***** EXCERPTED RECORDS

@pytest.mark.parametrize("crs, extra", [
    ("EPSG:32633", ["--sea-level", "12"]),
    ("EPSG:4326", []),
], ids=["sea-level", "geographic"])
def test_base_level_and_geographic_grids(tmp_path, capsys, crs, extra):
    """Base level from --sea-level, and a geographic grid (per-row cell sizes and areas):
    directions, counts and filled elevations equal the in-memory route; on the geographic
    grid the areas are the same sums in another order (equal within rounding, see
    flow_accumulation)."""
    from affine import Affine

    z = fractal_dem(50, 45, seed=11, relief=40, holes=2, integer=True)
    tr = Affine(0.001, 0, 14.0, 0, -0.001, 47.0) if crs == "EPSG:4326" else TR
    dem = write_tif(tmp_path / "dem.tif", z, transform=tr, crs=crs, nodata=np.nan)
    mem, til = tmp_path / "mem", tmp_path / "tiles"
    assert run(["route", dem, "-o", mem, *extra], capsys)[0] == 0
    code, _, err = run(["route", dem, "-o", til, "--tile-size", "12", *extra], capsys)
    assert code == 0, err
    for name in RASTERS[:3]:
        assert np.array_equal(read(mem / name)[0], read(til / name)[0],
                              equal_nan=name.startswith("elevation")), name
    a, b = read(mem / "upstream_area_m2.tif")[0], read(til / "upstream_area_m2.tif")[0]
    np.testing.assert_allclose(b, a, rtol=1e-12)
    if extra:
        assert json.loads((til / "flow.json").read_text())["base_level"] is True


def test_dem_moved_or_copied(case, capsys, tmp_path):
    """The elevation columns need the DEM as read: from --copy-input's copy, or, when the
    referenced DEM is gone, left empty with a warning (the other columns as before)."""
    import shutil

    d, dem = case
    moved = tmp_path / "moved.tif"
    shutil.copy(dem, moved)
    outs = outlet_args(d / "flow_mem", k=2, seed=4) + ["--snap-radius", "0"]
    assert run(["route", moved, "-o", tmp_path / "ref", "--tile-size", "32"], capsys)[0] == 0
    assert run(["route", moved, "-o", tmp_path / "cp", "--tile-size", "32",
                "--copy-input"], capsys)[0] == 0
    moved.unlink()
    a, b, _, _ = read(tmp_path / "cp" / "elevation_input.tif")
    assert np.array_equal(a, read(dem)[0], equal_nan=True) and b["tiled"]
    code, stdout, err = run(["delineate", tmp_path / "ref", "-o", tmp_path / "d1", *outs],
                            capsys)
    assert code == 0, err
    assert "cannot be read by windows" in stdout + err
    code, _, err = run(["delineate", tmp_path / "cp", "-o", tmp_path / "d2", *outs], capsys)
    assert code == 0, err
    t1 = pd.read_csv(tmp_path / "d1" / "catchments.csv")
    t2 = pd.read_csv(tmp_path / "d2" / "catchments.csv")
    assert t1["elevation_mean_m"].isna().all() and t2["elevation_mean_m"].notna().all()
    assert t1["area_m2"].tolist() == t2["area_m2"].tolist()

**********
***** EXCERPTED RECORDS

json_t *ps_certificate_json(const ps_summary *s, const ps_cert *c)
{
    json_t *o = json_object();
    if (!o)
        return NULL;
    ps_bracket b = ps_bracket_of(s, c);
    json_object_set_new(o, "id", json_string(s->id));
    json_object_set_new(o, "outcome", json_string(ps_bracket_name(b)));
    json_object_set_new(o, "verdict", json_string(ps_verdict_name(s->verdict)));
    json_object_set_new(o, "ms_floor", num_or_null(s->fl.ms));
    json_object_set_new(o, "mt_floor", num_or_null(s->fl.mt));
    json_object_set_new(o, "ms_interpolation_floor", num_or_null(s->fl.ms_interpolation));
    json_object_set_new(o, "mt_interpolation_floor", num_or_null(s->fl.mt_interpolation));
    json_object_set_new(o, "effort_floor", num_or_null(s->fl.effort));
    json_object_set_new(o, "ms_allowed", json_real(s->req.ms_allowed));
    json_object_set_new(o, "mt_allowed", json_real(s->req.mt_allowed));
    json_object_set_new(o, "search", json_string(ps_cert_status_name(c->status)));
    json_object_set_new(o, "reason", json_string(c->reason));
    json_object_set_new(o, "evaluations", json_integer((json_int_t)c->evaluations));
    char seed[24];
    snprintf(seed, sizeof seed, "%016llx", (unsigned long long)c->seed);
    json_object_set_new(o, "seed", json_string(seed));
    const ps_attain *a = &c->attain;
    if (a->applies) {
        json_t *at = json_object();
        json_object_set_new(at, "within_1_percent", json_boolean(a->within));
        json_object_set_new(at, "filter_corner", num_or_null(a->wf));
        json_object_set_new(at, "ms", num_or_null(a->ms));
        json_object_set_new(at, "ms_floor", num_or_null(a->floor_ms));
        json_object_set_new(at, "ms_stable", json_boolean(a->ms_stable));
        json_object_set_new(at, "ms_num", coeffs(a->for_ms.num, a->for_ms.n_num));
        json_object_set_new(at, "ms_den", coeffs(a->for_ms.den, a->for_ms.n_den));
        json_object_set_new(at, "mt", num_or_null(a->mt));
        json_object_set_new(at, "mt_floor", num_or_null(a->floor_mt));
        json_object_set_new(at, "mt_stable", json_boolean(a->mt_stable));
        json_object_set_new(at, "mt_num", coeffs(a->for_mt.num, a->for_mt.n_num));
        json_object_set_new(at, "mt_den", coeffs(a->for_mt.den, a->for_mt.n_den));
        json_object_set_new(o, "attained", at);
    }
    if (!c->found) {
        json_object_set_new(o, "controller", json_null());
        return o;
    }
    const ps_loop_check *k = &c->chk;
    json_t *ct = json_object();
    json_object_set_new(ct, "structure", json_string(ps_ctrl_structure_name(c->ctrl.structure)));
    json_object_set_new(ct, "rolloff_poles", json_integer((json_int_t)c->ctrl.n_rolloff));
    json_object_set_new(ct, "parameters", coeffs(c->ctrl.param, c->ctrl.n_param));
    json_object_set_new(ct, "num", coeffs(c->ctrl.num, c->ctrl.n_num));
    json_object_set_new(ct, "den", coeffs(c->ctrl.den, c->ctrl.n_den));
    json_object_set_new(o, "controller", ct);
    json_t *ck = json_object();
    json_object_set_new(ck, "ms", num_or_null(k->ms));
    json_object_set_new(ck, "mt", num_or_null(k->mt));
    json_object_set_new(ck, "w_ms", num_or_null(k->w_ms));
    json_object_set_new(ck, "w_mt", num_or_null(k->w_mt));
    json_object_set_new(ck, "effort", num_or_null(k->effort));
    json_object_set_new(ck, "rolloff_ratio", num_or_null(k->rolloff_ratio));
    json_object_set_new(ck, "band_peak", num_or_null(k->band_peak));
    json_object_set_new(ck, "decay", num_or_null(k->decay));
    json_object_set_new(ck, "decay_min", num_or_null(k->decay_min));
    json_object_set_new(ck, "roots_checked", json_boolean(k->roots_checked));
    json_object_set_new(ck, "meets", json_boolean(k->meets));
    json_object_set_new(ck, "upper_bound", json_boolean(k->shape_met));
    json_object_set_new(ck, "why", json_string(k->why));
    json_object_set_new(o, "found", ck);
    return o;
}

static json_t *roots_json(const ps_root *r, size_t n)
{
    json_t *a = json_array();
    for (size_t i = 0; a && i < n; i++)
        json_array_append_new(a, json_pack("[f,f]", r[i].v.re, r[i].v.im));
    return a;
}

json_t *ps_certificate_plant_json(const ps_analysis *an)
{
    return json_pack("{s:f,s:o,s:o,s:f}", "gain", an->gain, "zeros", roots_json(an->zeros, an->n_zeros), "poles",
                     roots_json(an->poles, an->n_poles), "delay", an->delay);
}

**********
***** EXCERPTED RECORDS

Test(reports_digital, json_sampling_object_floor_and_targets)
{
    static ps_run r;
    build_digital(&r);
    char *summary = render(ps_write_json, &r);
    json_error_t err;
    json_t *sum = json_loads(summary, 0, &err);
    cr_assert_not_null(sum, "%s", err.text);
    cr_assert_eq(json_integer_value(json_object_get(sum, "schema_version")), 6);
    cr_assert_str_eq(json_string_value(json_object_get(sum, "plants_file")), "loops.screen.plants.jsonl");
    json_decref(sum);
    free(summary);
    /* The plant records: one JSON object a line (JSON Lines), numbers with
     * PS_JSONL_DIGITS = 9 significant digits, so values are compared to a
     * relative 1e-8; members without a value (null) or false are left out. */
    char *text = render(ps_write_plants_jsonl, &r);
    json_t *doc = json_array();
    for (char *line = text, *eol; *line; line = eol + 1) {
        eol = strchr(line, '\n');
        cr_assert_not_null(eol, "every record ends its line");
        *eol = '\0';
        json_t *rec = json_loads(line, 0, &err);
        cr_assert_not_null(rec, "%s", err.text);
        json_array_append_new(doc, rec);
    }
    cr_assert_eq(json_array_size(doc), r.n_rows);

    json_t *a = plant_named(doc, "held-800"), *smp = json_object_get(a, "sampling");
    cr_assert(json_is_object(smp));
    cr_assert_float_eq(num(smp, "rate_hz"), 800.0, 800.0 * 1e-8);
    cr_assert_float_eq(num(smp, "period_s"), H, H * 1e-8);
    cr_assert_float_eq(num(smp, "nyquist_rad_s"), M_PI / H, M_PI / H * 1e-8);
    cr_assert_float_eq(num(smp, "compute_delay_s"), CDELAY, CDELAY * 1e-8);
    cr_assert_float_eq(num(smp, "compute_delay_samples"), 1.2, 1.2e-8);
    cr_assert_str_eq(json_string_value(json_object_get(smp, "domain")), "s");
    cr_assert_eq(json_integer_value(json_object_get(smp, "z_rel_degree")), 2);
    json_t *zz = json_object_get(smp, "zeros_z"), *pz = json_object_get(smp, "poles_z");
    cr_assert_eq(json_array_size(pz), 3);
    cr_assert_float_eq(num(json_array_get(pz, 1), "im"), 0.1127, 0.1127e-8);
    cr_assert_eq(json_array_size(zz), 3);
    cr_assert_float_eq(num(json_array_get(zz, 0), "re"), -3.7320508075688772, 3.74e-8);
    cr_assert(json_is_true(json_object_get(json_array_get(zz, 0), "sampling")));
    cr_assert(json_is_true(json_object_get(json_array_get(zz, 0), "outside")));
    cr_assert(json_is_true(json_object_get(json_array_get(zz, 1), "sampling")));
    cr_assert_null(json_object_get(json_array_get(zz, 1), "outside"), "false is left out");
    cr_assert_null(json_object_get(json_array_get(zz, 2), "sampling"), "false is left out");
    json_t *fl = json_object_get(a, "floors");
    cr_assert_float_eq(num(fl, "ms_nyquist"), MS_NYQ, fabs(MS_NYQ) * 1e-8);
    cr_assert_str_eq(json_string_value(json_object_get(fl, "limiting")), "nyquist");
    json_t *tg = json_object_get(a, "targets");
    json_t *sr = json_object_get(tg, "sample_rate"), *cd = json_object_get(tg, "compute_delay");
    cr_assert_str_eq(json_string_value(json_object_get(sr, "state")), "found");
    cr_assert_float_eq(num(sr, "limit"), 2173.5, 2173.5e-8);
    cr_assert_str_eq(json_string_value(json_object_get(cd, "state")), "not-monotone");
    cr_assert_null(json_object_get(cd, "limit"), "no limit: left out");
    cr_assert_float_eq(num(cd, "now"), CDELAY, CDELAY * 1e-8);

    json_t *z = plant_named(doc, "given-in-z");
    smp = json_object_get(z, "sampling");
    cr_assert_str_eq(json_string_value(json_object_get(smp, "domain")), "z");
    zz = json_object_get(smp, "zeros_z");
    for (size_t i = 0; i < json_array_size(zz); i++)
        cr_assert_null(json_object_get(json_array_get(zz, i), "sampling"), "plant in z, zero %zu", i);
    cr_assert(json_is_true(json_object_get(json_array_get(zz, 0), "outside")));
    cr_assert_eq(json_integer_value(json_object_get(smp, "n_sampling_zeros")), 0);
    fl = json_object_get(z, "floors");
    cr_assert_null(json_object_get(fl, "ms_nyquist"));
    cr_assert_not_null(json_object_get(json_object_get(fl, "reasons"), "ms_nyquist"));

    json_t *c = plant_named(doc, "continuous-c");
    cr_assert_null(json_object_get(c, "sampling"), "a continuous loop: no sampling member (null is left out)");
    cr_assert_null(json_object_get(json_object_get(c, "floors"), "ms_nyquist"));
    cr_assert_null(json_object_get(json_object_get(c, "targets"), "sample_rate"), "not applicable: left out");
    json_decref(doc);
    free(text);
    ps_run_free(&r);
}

**********

▶ [DIRECTIONS]
Start with the line above that contains "a, b = read(mem" and end with the line that contains "or, when the". Write out those lines exactly, and only those.

▶ [TASK SOLUTION]
    a, b = read(mem / "upstream_area_m2.tif")[0], read(til / "upstream_area_m2.tif")[0]
    np.testing.assert_allclose(b, a, rtol=1e-12)
    if extra:
        assert json.loads((til / "flow.json").read_text())["base_level"] is True


def test_dem_moved_or_copied(case, capsys, tmp_path):
    """The elevation columns need the DEM as read: from --copy-input's copy, or, when the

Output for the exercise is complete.